Après avoir reçu cette rebuffade décisive, Philipson abandonna la partie et quitta le sanctum sanctorum de son disgracieux hôte pour attendre la venue du souper, resserré au milieu de la foule qui encombrait le stube, comme un bœuf l’est au milieu de ses pareils acculés dans un coin. Parmi les étrangers, les uns, épuisés de fatigue, passaient à dormir l’intervalle qui séparait leur propre arrivée de celle du repas attendu ; les autres causaient ensemble des nouvelles du pays, d’autres enfin jouaient aux dés, ou à toute espèce de jeux qui pouvaient servir à faire passer le temps. La compagnie se composait d’individus pris dans tous les rangs, depuis l’homme dont l’apparence annonçait l’aisance et la situation prospère, jusqu’à celui dont les manières et les vêtements dénotaient un état de fortune assez voisin de la pauvreté.

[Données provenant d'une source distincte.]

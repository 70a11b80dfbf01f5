package correlations

import "math"

// McCain density method for saturated oil: the density of the reservoir liquid from a material
// balance on a stock-tank barrel plus its dissolved gas (Standing and Katz's method in the form
// given by McCain, The Properties of Petroleum Fluids, 2nd ed., 1990, ch. 11), with the apparent
// liquid density of the dissolved gas from the iteration of W.D. McCain Jr. and N.C. Hill,
// "Correlations for Liquid Densities and Evolved Gas Specific Gravities for Black Oils During
// Pressure Depletion", SPE 30773 (1995). Steps:
//
//  1. pseudo-liquid density at 60 °F and 14.7 psia, iterated from ρpo = 52.8 − 0.01·Rs:
//     ρa  = −49.8930 + 85.0149·γg − 3.70373·γg·ρpo + 0.0479818·γg·ρpo² + 2.98914·ρpo − 0.0356888·ρpo²
//     ρpo = (Rs·γg + 4,600·γo) / (73.71 + Rs·γg/ρa)
//  2. pressure correction: Δρp = (0.167 + 16.181·10^(−0.0425·ρpo))·(p/1000)
//     − 0.01·(0.299 + 263·10^(−0.0603·ρpo))·(p/1000)²,  ρbs = ρpo + Δρp
//  3. temperature correction: ΔρT = (0.00302 + 1.505·ρbs^−0.951)·(T − 60)^0.938
//     − (0.0216 − 0.0233·10^(−0.0161·ρbs))·(T − 60)^0.475,  ρo = ρbs − ΔρT
//
// densities lbm/ft³, p psia, T °F (≥ 60), γg the separator gas gravity (the 1995 paper's
// iteration is written for the separator gas). McCain and Hill report an average error of
// about 1–2 % for the density.

const (
	mhMaxIter = 100
	mhRelTol  = 1e-12
)

// McCainSaturatedOilDensity returns the density (lbm/ft³) of saturated oil holding rs scf/STB
// at p psia and o.Temperature by the McCain density method above.
func McCainSaturatedOilDensity(p, rs float64, o Oil) (float64, error) {
	if err := checkOil(o); err != nil {
		return 0, err
	}
	if err := checkPressure("p", p); err != nil {
		return 0, err
	}
	if err := checkGOR("Rs", rs); err != nil {
		return 0, err
	}
	g, gammaO := o.GasGravity, o.OilGravity()
	rho := math.Max(52.8-0.01*rs, 20)
	if rs == 0 {
		rho = 4600 * gammaO / 73.71
	} else {
		converged := false
		for range mhMaxIter {
			rhoA := -49.8930 + 85.0149*g - 3.70373*g*rho + 0.0479818*g*rho*rho + 2.98914*rho - 0.0356888*rho*rho
			if !(rhoA > 0) {
				return 0, ErrNoConvergence
			}
			next := (rs*g + 4600*gammaO) / (73.71 + rs*g/rhoA)
			if math.Abs(next-rho) <= mhRelTol*next {
				rho = next
				converged = true
				break
			}
			rho = next
		}
		if !converged {
			return 0, ErrNoConvergence
		}
	}
	pk := p / 1000
	rhoBS := rho + (0.167+16.181*pow10(-0.0425*rho))*pk -
		0.01*(0.299+263*pow10(-0.0603*rho))*pk*pk
	// The temperature correction is fitted above 60 °F; below it (a few real reservoirs are
	// colder) it is continued as an odd function of T − 60, so the oil grows denser as it
	// cools and the density stays continuous at 60 °F.
	dt := o.Temperature - 60
	adt, sign := math.Abs(dt), 1.0
	if dt < 0 {
		sign = -1
	}
	dRhoT := 0.0
	if adt > 0 {
		dRhoT = sign * ((0.00302+1.505*pow(rhoBS, -0.951))*pow(adt, 0.938) -
			(0.0216-0.0233*pow10(-0.0161*rhoBS))*pow(adt, 0.475))
	}
	rhoO := rhoBS - dRhoT
	if !(rhoO > 0) {
		return 0, ErrNotFinite
	}
	return finite(rhoO)
}

// McCainOilFVF returns the saturated oil formation volume factor (rb/STB) from the McCain
// density (McCainSaturatedOilDensity) by the material balance of McCain (1990):
//
//	Bo = (62.37·γo + 0.01357·Rs·γg) / ρo,
//
// 62.37 lbm/ft³ being water at 60 °F and 0.01357 = 0.0763/5.615 the mass of a standard cubic
// foot of air per cubic foot of barrel. Unlike the other Bo families it uses p.
func McCainOilFVF(p, rs float64, o Oil) (float64, error) {
	rho, err := McCainSaturatedOilDensity(p, rs, o)
	if err != nil {
		return 0, err
	}
	return finite((62.37*o.OilGravity() + 0.01357*rs*o.GasGravity) / rho)
}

Un moine mendiant, qui paraissait être d’un naturel gai et jovial, s’approcha de Philipson, et entama avec lui une conversation. L’Anglais connaissait assez bien le monde pour ne pas ignorer que, s’il désirait cacher ou sa condition ou ses projets, il y réussirait mieux en prenant des manières sociables et ouvertes. Il accueillit donc avec bonté les avances du moine, et conversa avec lui sur l’état de la Lorraine et sur l’intérêt que la tentative du duc de Bourgogne, pour s’emparer de ce fief, exciterait probablement en France et en Allemagne. Satisfait d’entendre son compagnon de voyage exprimer ses sentiments sur ce sujet, Philipson n’émettait aucune opinion qui lui fût propre ; mais après avoir prêté attention aux renseignements que le moine jugea à propos de lui communiquer, il préféra parler plutôt de la géographie du pays, des facilités qu’il présentait au commerce, et des lois qui étaient sujettes à l’entraver ou à le favoriser.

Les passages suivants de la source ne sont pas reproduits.